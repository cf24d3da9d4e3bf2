import { InputError } from '#shared/errors'
import { getSiteType, getSurface } from '#shared/lattice/surfaces'

/** A lattice placed by hand: checked for a usable cell, with its rotation reported like a fit's. */
export function handLattice(body: { surface: string, site: string, a1: [number, number], a2: [number, number], origin: [number, number], basis?: [number, number][] }) {
  const surface = getSurface(body.surface)
  const site = getSiteType(surface, body.site)
  const cross = body.a1[0] * body.a2[1] - body.a1[1] * body.a2[0]
  if (!(Math.abs(cross) > 1e-9)) throw new InputError('a2', 'a1 and a2 must not be parallel')
  return {
    surface: surface.id, site: site.name, a1: body.a1, a2: body.a2, origin: body.origin,
    ...(body.basis && body.basis.length > 1 && { basis: body.basis }),
    rotation_deg: Math.atan2(body.a1[1], body.a1[0]) * 180 / Math.PI,
    residual_nm: null, outliers: [],
  }
}
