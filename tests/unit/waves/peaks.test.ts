import { describe, expect, it } from 'vitest'
import { findSpectrumPeaks, matchPeaksToLevels, movingAverage } from '../../../shared/waves/peaks'
import { corralLevels, lorentzian } from '../../../shared/waves/corral'

function grid(from: number, to: number, n: number): number[] {
  return Array.from({ length: n }, (_, i) => from + ((to - from) * i) / (n - 1))
}
function rng(seed: number) {
  let s = seed
  return () => (s = (s * 16807) % 2147483647) / 2147483647
}

describe('peak finder on Lorentzian sums', () => {
  it('finds the centre of one sampled Lorentzian exactly (1/L is a parabola: closed form)', () => {
    // Centre between samples on purpose: 0.01237 V on a 5 mV grid.
    const x = grid(-0.2, 0.2, 81)
    const y = x.map(v => lorentzian(v - 0.01237, 0.008))
    const [p, ...rest] = findSpectrumPeaks(x, y)
    expect(rest).toEqual([])
    expect(p!.x).toBeCloseTo(0.01237, 12)
    // Peak height of a unit-area Lorentzian: 1/(πΓ) (closed form); the base falls to L(0.2 V).
    expect(p!.y).toBeCloseTo(1 / (Math.PI * 0.008), 8)
    const edge = Math.max(y[0]!, y[80]!)
    expect(p!.prominence).toBeCloseTo(y[p!.index]! - edge, 12)
  })

  it('places the two maxima of two equal Lorentzians at x² = 2d√(d² + Γ²) − (d² + Γ²) (closed form)', () => {
    // f = L(x − d) + L(x + d); f′ = 0 reduces to (x² + d² + Γ²)² − 4d²(x² + d² + Γ²) + 4d²x² = 0.
    const d = 0.02
    const G = 0.01
    const c = d * d + G * G
    const xp = Math.sqrt(2 * d * Math.sqrt(c) - c)
    const x = grid(-0.1, 0.1, 401)
    const y = x.map(v => lorentzian(v - d, G) + lorentzian(v + d, G))
    const peaks = findSpectrumPeaks(x, y)
    expect(peaks).toHaveLength(2)
    // The reciprocal parabola is exact only for one Lorentzian; with the neighbour's tail the
    // residual is below 1 % of the 0.5 mV sampling step here (measured 2e-7 V).
    expect(Math.abs(peaks[0]!.x + xp)).toBeLessThan(5e-6)
    expect(Math.abs(peaks[1]!.x - xp)).toBeLessThan(5e-6)
    // Closer than Γ/√3 the two merge into one maximum (closed form: x² > 0 ⇔ 3d² > Γ²).
    const merged = x.map(v => lorentzian(v - 0.005, G) + lorentzian(v + 0.005, G))
    expect(findSpectrumPeaks(x, merged).map(p => +p.x.toFixed(9))).toEqual([0])
  })

  it('separates the hard-wall levels of the 7.13 nm Cu(111) ring when the broadening allows', () => {
    // Levels: E0 = −0.44 eV, m* = 0.38, R = 7.13 nm (worked check, derived); the m = 0
    // levels, each a unit-area Lorentzian.
    const lv = corralLevels({ radius_nm: 7.13, E0_eV: -0.44, m_eff: 0.38, count: 30 }).filter(l => l.m === 0).slice(0, 3)
    const x = grid(-0.45, -0.25, 2001)
    const y = x.map(v => lv.reduce((s, l) => s + lorentzian(v - l.E_eV, 0.003), 0))
    const peaks = findSpectrumPeaks(x, y)
    expect(peaks).toHaveLength(3)
    // A neighbour ΔE away shifts a maximum by ≈ Γ⁴/ΔE³ (first order: L′ of the neighbour over the
    // curvature L″(0) = −2/(πΓ³) of the peak), ≈ 7e-7 eV for Γ = 3 meV, ΔE ≥ 49 meV.
    peaks.forEach((p, i) => expect(Math.abs(p.x - lv[i]!.E_eV)).toBeLessThan(3e-6))
  })

  it('ignores noise below the prominence threshold and keeps the peaks (fixed seed)', () => {
    const r = rng(5)
    const x = grid(-0.3, 0.3, 601)
    const y = x.map(v => lorentzian(v + 0.1, 0.01) + 0.6 * lorentzian(v - 0.08, 0.015) + 3 * (r() - 0.5))
    const found = findSpectrumPeaks(x, y, { smooth: 5, minProminenceFraction: 0.2 })
    expect(found.map(p => Math.round(p.x * 100) / 100)).toEqual([-0.1, 0.08])
    expect(findSpectrumPeaks(x, y, { minProminence: 0 }).length).toBeGreaterThan(50)
  })

  it('reports a flat top once, no edge maxima, and refuses unsorted x', () => {
    expect(findSpectrumPeaks([0, 1, 2, 3, 4], [0, 2, 2, 2, 0]).map(p => p.x)).toEqual([2])
    expect(findSpectrumPeaks([0, 1, 2, 3], [5, 4, 3, 2])).toEqual([])
    expect(() => findSpectrumPeaks([0, 2, 1], [0, 1, 0])).toThrow(/ascending/)
  })

  it('smooths with a centred moving average (hand computation)', () => {
    expect(Array.from(movingAverage([0, 3, 6, 3, 0], 3))).toEqual([1.5, 3, 4, 3, 1.5])
  })
})

describe('matching peaks to model levels', () => {
  it('pairs each peak with the nearest level and gives the difference in meV (hand computation)', () => {
    const levels = [{ E_eV: -0.4286, label: '0,1' }, { E_eV: -0.4110, label: '1,1' }, { E_eV: -0.3880, label: '2,1' }]
    const m = matchPeaksToLevels([-0.425, -0.39], levels)
    expect(m.map(x => x.level?.label)).toEqual(['0,1', '2,1'])
    expect(m[0]!.diff_meV).toBeCloseTo(3.6, 9)
    expect(m[1]!.diff_meV).toBeCloseTo(-2.0, 9)
    expect(matchPeaksToLevels([0.1], [])[0]).toEqual({ peak_eV: 0.1, level: null, diff_meV: null })
  })
})
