import type { Db } from './db'
import type { BlueprintRow } from './blueprints'
import type { ScanRow } from './scans'
import { toScanFrame } from '#shared/blueprint/frame'
import { alignByLatticeVector, scanDrift } from '#shared/compare/register'
import { and, desc, eq, isNotNull } from 'drizzle-orm'

// A blueprint lives in the ideal frame of its surface; a lattice fit of a scan carries it into
// that scan's frame (nm). Routes and as-built checks both work in the scan frame.

type Pt = [number, number]
export type FitRow = typeof schema.latticeFits.$inferSelect
interface FitResult { a1: Pt, a2: Pt, origin: Pt, basis?: Pt[] }

export function fitFrame(fit: FitRow): FitResult {
  return fit.result as unknown as FitResult
}

/** The blueprint's sites in the scan frame of the fitted scan (InputError → 400 via compute400). */
export async function blueprintSitesOn(blueprint: BlueprintRow, fit: FitRow): Promise<Pt[]> {
  const expanded = await compute400(() => expandRow(blueprint))
  return compute400(() => toScanFrame(expanded.sites, fitFrame(fit)) as Pt[])
}

/** A scan of the same lab and sample as the blueprint, or a 400/404 naming scan_id. */
export async function scanForBlueprint(db: Db, blueprint: BlueprintRow, scanId: number): Promise<ScanRow> {
  const scan = await db.query.scans.findFirst({ where: (s, { eq }) => eq(s.id, scanId) })
  if (!scan || scan.lab_id !== blueprint.lab_id) throw createError({ statusCode: 404, message: 'scan_id: no such scan in this lab', data: { field: 'scan_id' } })
  if (scan.sample_id !== blueprint.sample_id) throw createError({ statusCode: 400, message: 'scan_id: the scan is of another sample than the blueprint', data: { field: 'scan_id' } })
  return scan
}

/** The scan's latest lattice fit, or a 400 that says the scan needs one first. */
export async function requireFit(db: Db, scan: ScanRow, what: string): Promise<FitRow> {
  const fit = await latestFit(db, scan.id)
  if (!fit) throw createError({ statusCode: 400, message: `scan_id: ${what} has no lattice fit. Fit the lattice of that scan first.`, data: { field: 'scan_id' } })
  return fit
}

export interface Registration { reference_scan_id: number, drift_nm: [number, number], support: number, shift: [number, number] }

/**
 * The blueprint's sites on `scan`, registered to where they were planned: when the blueprint was
 * planned on another scan (`referenceScanId`), the drift between the two scans' marks carries the
 * planned sites over, and the sites from `scan`'s own fit move by the lattice vector that puts
 * them there (a fit fixes its lattice only up to a lattice translation). Without a usable
 * reference (same scan, no marks, no agreement among at least 3 atoms) the fit's own placement
 * stands.
 */
export async function registeredSitesOn(db: Db, blueprint: BlueprintRow, scan: ScanRow, fit: FitRow, referenceScanId: number | null | undefined): Promise<{ sites: Pt[], registration: Registration | null }> {
  const raw = await blueprintSitesOn(blueprint, fit)
  if (!referenceScanId || referenceScanId === scan.id || !raw.length) return { sites: raw, registration: null }
  const [refFit, refMarks, marks] = await Promise.all([latestFit(db, referenceScanId), latestMarks(db, referenceScanId), latestMarks(db, scan.id)])
  if (!refFit || !refMarks?.count || !marks?.count) return { sites: raw, registration: null }
  const drift = scanDrift(refMarks.marks.map(m => [m.x_nm, m.y_nm]), marks.marks.map(m => [m.x_nm, m.y_nm]))
  if (drift.support < 3) return { sites: raw, registration: null }
  const planned = await blueprintSitesOn(blueprint, refFit)
  const expected = planned.map(([x, y]) => [x + drift.dx, y + drift.dy] as Pt)
  const { a1, a2 } = fitFrame(fit)
  const aligned = await compute400(() => alignByLatticeVector(raw, expected, a1, a2))
  return { sites: aligned.points, registration: { reference_scan_id: referenceScanId, drift_nm: [drift.dx, drift.dy], support: drift.support, shift: aligned.shift } }
}

/**
 * The scan a blueprint was planned on: that of its newest route, else the scan it was drawn on,
 * else the build's newest plan scan with a fit.
 */
export async function planningScanOf(db: Db, blueprint: BlueprintRow): Promise<number | null> {
  const route = await db.query.routes.findFirst({ where: and(eq(schema.routes.blueprint_id, blueprint.id), isNotNull(schema.routes.scan_id)), orderBy: desc(schema.routes.id) })
  if (route?.scan_id) return route.scan_id
  if (blueprint.scan_id) return blueprint.scan_id
  if (!blueprint.build_id) return null
  const scans = await db.query.scans.findMany({ where: and(eq(schema.scans.build_id, blueprint.build_id), eq(schema.scans.purpose, 'plan')), orderBy: desc(schema.scans.id) })
  for (const s of scans) if (await latestFit(db, s.id)) return s.id
  return null
}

■ **What is expected**: Up to and including the line with "const cross = body.a1[0]", restate the records above word for word from the very first line.

■ **Task result**:
repository cf24d3da9d4e3bf2
import { InputError } from '#shared/errors'
import { getSiteType, getSurface } from '#shared/lattice/surfaces'

/** A lattice placed by hand: checked for a usable cell, with its rotation reported like a fit's. */
export function handLattice(body: { surface: string, site: string, a1: [number, number], a2: [number, number], origin: [number, number], basis?: [number, number][] }) {
  const surface = getSurface(body.surface)
  const site = getSiteType(surface, body.site)
  const cross = body.a1[0] * body.a2[1] - body.a1[1] * body.a2[0]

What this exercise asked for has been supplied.